Beneath this instruction is a block of data; output from it exactly the lines that run from the one containing "re: bounds.minRe /" through the one containing "function linearBox(box: PlaneView, margin: number): PlaneFit", inclusive.

- Opening Delimiter -

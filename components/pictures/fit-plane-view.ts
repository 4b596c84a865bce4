import { logDistanceScale } from './log-distance-scale';
import { nearestPointOnCuts, type PlaneCut } from './nearest-point-on-cuts';
import type { PlanePoint } from './plane-picture';

/** A box in the units a fit draws in (see PlaneFit). */
export interface PlaneView {
  minRe: number;
  maxRe: number;
  minIm: number;
  maxIm: number;
}

/** What a picture must show: `points` all in view; branch points and cuts placed around them. */
export interface PlaneFitInput {
  points: PlanePoint[];
  branchPoints?: PlanePoint[];
  cuts?: PlaneCut[];
  /** Where the reader looks (the case); the middle of the points when absent. */
  focus?: PlanePoint;
  /** A fixed box of the plane to show instead of a fit (a cut map shows exactly the box it sampled). */
  box?: PlaneView;
}

/** Equal scale on both axes: `re` and `im` are the plane's ranges at the box's edges. */
export interface LinearPlaneScale {
  kind: 'linear';
  /** The plane point drawn at (0, 0) and the plane length drawn as 1. */
  mid: PlanePoint;
  half: number;
}

/**
 * Directions from `center` are true; distances from it are drawn by `radius` (log scale). Rings
 * mark whole decades.
 */
export interface LogPlaneScale {
  kind: 'log';
  center: PlanePoint;
  centerIs: 'branch point' | 'cut';
  lo: number;
  hi: number;
  rings: { exponent: number; radius: number }[];
}

export interface PlaneFit {
  /** Where a plane point is drawn, in the same units as `box`. */
  project(p: PlanePoint): PlanePoint;
  /** A cut as a drawn polyline: rays run on past the box's edge; in log scale, curved cuts are sampled densely. */
  cutLine(cut: PlaneCut): PlanePoint[];
  /** The box to show, centred on (0, 0). */
  box: PlaneView;
  scale: LinearPlaneScale | LogPlaneScale;
}

/** Distances from the anchor that span more than this ratio are drawn on a log scale. */
export const SPREAD = 1e3;
/** A linear fit shows the nearest branch point (and the nearest point of a cut) when within this many path sizes. */
export const NEAR = 20;
/** A log fit's rim reaches out to the nearest branch point when within this many path sizes. */
export const FAR = 1e3;
const MARGIN = 0.15;
const LOG_BOX = 1.12;
/** A ray drawn this far (in box units) past its last point always leaves the box, zoomed out or not. */
const RAY_REACH = 1e4;
/** Ring steps in decades, the first giving at most six rings wins. */
const RING_STEPS = [1, 2, 5, 10, 20, 25, 50, 100, 200];

const finite = (p: PlanePoint) => Number.isFinite(p.re) && Number.isFinite(p.im);
const distance = (p: PlanePoint, q: PlanePoint) => Math.hypot(p.re - q.re, p.im - q.im);

/**
 * Fits a picture to its own points. When their distances from the nearest branch point (or,
 * when the path lies away from every branch point, from the nearest point of a cut) span more
 * than SPREAD, the picture draws distance from that anchor on a log scale with true directions:
 * a straddle at offsets 1e-3 … 5e-324 from the cut at −0.5, or one point a million away from the
 * rest. Otherwise the box is linear around the points, with the nearest branch point and cut
 * point added when within NEAR path sizes; arithmetic is done in halves and by division, so
 * circles of radius 1e-310 and boxes out to ±1.8e308 neither underflow to a dot nor overflow.
 */
export function fitPlaneView({ points, branchPoints = [], cuts = [], focus, box: fixed }: PlaneFitInput): PlaneFit {
  if (fixed) return linearBox(fixed, 0);
  const pts = points.filter(finite);
  if (pts.length === 0) return linearFit({ re: 0, im: 0 }, 2, { minRe: -1, maxRe: 1, minIm: -1, maxIm: 1 });
  const bounds = boundsOf(pts);
  const mid = { re: bounds.minRe / 2 + bounds.maxRe / 2, im: bounds.minIm / 2 + bounds.maxIm / 2 };
  const size = Math.max(bounds.maxRe / 2 - bounds.minRe / 2, bounds.maxIm / 2 - bounds.minIm / 2) * 2;

  const bps = branchPoints.filter(finite);
  const nearestBranch = bps
    .map((b) => ({ at: b, d: Math.min(...pts.map((p) => distance(p, b))) }))
    .sort((x, y) => x.d - y.d)[0];
  const cutPoint = nearestPointOnCuts(cuts, focus && finite(focus) ? focus : mid);
  const cutDistance = cutPoint ? Math.min(...pts.map((p) => distance(p, cutPoint))) : Infinity;
  // A single point has no size of its own: it is measured against its nearest feature.
  const ownSize = size > 0 ? size : Math.min(nearestBranch?.d ?? Infinity, cutDistance) || 1;
  const pathSize = Number.isFinite(ownSize) ? ownSize : 1;

  const anchor: { at: PlanePoint; is: 'branch point' | 'cut' } | null =
    nearestBranch && (nearestBranch.d <= pathSize || !cutPoint)
      ? { at: nearestBranch.at, is: 'branch point' }
      : cutPoint
        ? { at: cutPoint, is: 'cut' }
        : null;

  if (anchor) {
    const radii = pts.map((p) => distance(p, anchor.at)).filter((r) => r > 0);
    if (radii.length > 1 && Math.max(...radii) / Math.min(...radii) > SPREAD) {
      const toBranch = nearestBranch ? distance(nearestBranch.at, anchor.at) : 0;
      if (nearestBranch && nearestBranch.d <= FAR * pathSize && toBranch > 0) radii.push(toBranch);
      return logFit(anchor.at, anchor.is, radii);
    }
  }

  const shown = [...pts];
  if (nearestBranch && nearestBranch.d <= NEAR * pathSize) shown.push(nearestBranch.at);
  if (cutPoint && cutDistance <= NEAR * pathSize) shown.push(cutPoint);
  return linearBox(boundsOf(shown), MARGIN);
}

/** A linear fit showing `box` with `margin` (in half-widths) around it. */
function linearBox(box: PlaneView, margin: number): PlaneFit {
  const center = { re: box.minRe / 2 + box.maxRe / 2, im: box.minIm / 2 + box.maxIm / 2 };
  const spanHalf = Math.max(box.maxRe / 2 - box.minRe / 2, box.maxIm / 2 - box.minIm / 2);
  // Never thinner than 2^-40 of the box's distance from 0 (doubles hold ~2^-52) nor than the subnormals' grain.
  const half = Math.max(spanHalf, Math.max(Math.abs(center.re), Math.abs(center.im)) * 2 ** -40, 2 ** -1040);
  return linearFit(center, half, {
    minRe: (box.minRe - center.re) / half - margin,
    maxRe: (box.maxRe - center.re) / half + margin,
    minIm: (box.minIm - center.im) / half - margin,
    maxIm: (box.maxIm - center.im) / half + margin,
  });
}

function boundsOf(pts: PlanePoint[]): PlaneView {
  let minRe = Infinity;
  let maxRe = -Infinity;
  let minIm = Infinity;
  let maxIm = -Infinity;
  for (const p of pts) {
    minRe = Math.min(minRe, p.re);
    maxRe = Math.max(maxRe, p.re);
    minIm = Math.min(minIm, p.im);
    maxIm = Math.max(maxIm, p.im);
  }
  return { minRe, maxRe, minIm, maxIm };
}

function linearFit(mid: PlanePoint, half: number, box: PlaneView): PlaneFit {
  const project = (p: PlanePoint) => ({ re: (p.re - mid.re) / half, im: (p.im - mid.im) / half });
  return {
    project,
    cutLine: (cut) => {
      const pts = cut.points.filter(finite);
      const line = pts.map(project);
      if (cut.toInfinity && pts.length >= 2) line.push(rayEnd(line[line.length - 1]!, pts));
      return line;
    },
    box,
    scale: { kind: 'linear', mid, half },
  };
}

/** Where a ray's drawn line ends: RAY_REACH box units on from `from` in the direction of the cut's last segment. */
function rayEnd(from: PlanePoint, pts: PlanePoint[]): PlanePoint {
  const a = pts[pts.length - 2]!;
  const b = pts[pts.length - 1]!;
  const length = Math.hypot(b.re - a.re, b.im - a.im) || 1;
  return { re: from.re + ((b.re - a.re) / length) * RAY_REACH, im: from.im + ((b.im - a.im) / length) * RAY_REACH };
}

function logFit(center: PlanePoint, centerIs: 'branch point' | 'cut', radii: number[]): PlaneFit {
  const lo = Math.floor(Math.log10(Math.min(...radii)));
  const hi = Math.max(lo + 1, Math.ceil(Math.log10(Math.max(...radii))));
  const scale = logDistanceScale(lo, hi);
  const project = (p: PlanePoint) => {
    const dRe = p.re - center.re;
    const dIm = p.im - center.im;
    const r = Math.hypot(dRe, dIm);
    if (r === 0) return { re: 0, im: 0 };
    const f = scale.radius(r);
    // Direction first: 0.08 × 5e-324 underflows to 0, while 5e-324 / 5e-324 is 1.
    return { re: f * (dRe / r), im: f * (dIm / r) };
  };
  const step = RING_STEPS.find((s) => Math.floor(hi / s) - Math.ceil(lo / s) + 1 <= 6) ?? 500;
  const rings: LogPlaneScale['rings'] = [];
  for (let k = Math.ceil(lo / step) * step; k <= hi; k += step)
    rings.push({ exponent: k, radius: scale.radius(10 ** k) });
  return {
    project,
    cutLine: (cut) => {
      const line = sampleCut(cut, center, lo, hi).map(project);
      const pts = cut.points.filter(finite);
      // Far out a ray runs radially, in its own direction: on from the rim to past any zoomed-out edge.
      if (cut.toInfinity && pts.length >= 2 && line.length > 0) line.push(rayEnd(line[line.length - 1]!, pts));
      return line;
    },
    box: { minRe: -LOG_BOX, maxRe: LOG_BOX, minIm: -LOG_BOX, maxIm: LOG_BOX },
    scale: { kind: 'log', center, centerIs, lo, hi, rings },
  };
}

/**
 * Points along a cut dense in log distance from the centre (four a decade each way from the
 * cut's nearest point, out past the rim), so its image under the log scale is drawn as the
 * curve it is; a straight cut through the centre stays a straight line through it.
 */
function sampleCut(cut: PlaneCut, center: PlanePoint, lo: number, hi: number): PlanePoint[] {
  const pts = cut.points.filter(finite);
  const out: PlanePoint[] = [];
  for (let i = 1; i < pts.length; i++) {
    const a = pts[i - 1]!;
    const b = pts[i]!;
    const ray = cut.toInfinity && i === pts.length - 1;
    const length = Math.hypot(b.re - a.re, b.im - a.im);
    if (length === 0) continue;
    const u = { re: (b.re - a.re) / length, im: (b.im - a.im) / length };
    const foot = Math.max(0, (center.re - a.re) * u.re + (center.im - a.im) * u.im);
    const end = ray ? foot + 10 ** (hi + 1) : length;
    const at = new Set<number>([0, Math.min(foot, end), end]);
    for (let k = lo; k <= hi + 1; k += 0.25) {
      const d = 10 ** k;
      for (const s of [foot - d, foot + d]) if (s > 0 && s < end) at.add(s);
    }
    for (const s of [...at].sort((x, y) => x - y)) out.push({ re: a.re + s * u.re, im: a.im + s * u.im });
  }
  return out;
}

- Closing Delimiter -

Task result:
  const mid = { re: bounds.minRe / 2 + bounds.maxRe / 2, im: bounds.minIm / 2 + bounds.maxIm / 2 };
  const size = Math.max(bounds.maxRe / 2 - bounds.minRe / 2, bounds.maxIm / 2 - bounds.minIm / 2) * 2;

  const bps = branchPoints.filter(finite);
  const nearestBranch = bps
    .map((b) => ({ at: b, d: Math.min(...pts.map((p) => distance(p, b))) }))
    .sort((x, y) => x.d - y.d)[0];
  const cutPoint = nearestPointOnCuts(cuts, focus && finite(focus) ? focus : mid);
  const cutDistance = cutPoint ? Math.min(...pts.map((p) => distance(p, cutPoint))) : Infinity;
  // A single point has no size of its own: it is measured against its nearest feature.
  const ownSize = size > 0 ? size : Math.min(nearestBranch?.d ?? Infinity, cutDistance) || 1;
  const pathSize = Number.isFinite(ownSize) ? ownSize : 1;

  const anchor: { at: PlanePoint; is: 'branch point' | 'cut' } | null =
    nearestBranch && (nearestBranch.d <= pathSize || !cutPoint)
      ? { at: nearestBranch.at, is: 'branch point' }
      : cutPoint
        ? { at: cutPoint, is: 'cut' }
        : null;

  if (anchor) {
    const radii = pts.map((p) => distance(p, anchor.at)).filter((r) => r > 0);
    if (radii.length > 1 && Math.max(...radii) / Math.min(...radii) > SPREAD) {
      const toBranch = nearestBranch ? distance(nearestBranch.at, anchor.at) : 0;
      if (nearestBranch && nearestBranch.d <= FAR * pathSize && toBranch > 0) radii.push(toBranch);
      return logFit(anchor.at, anchor.is, radii);
    }
  }

  const shown = [...pts];
  if (nearestBranch && nearestBranch.d <= NEAR * pathSize) shown.push(nearestBranch.at);
  if (cutPoint && cutDistance <= NEAR * pathSize) shown.push(cutPoint);
  return linearBox(boundsOf(shown), MARGIN);
}

/** A linear fit showing `box` with `margin` (in half-widths) around it. */
function linearBox(box: PlaneView, margin: number): PlaneFit {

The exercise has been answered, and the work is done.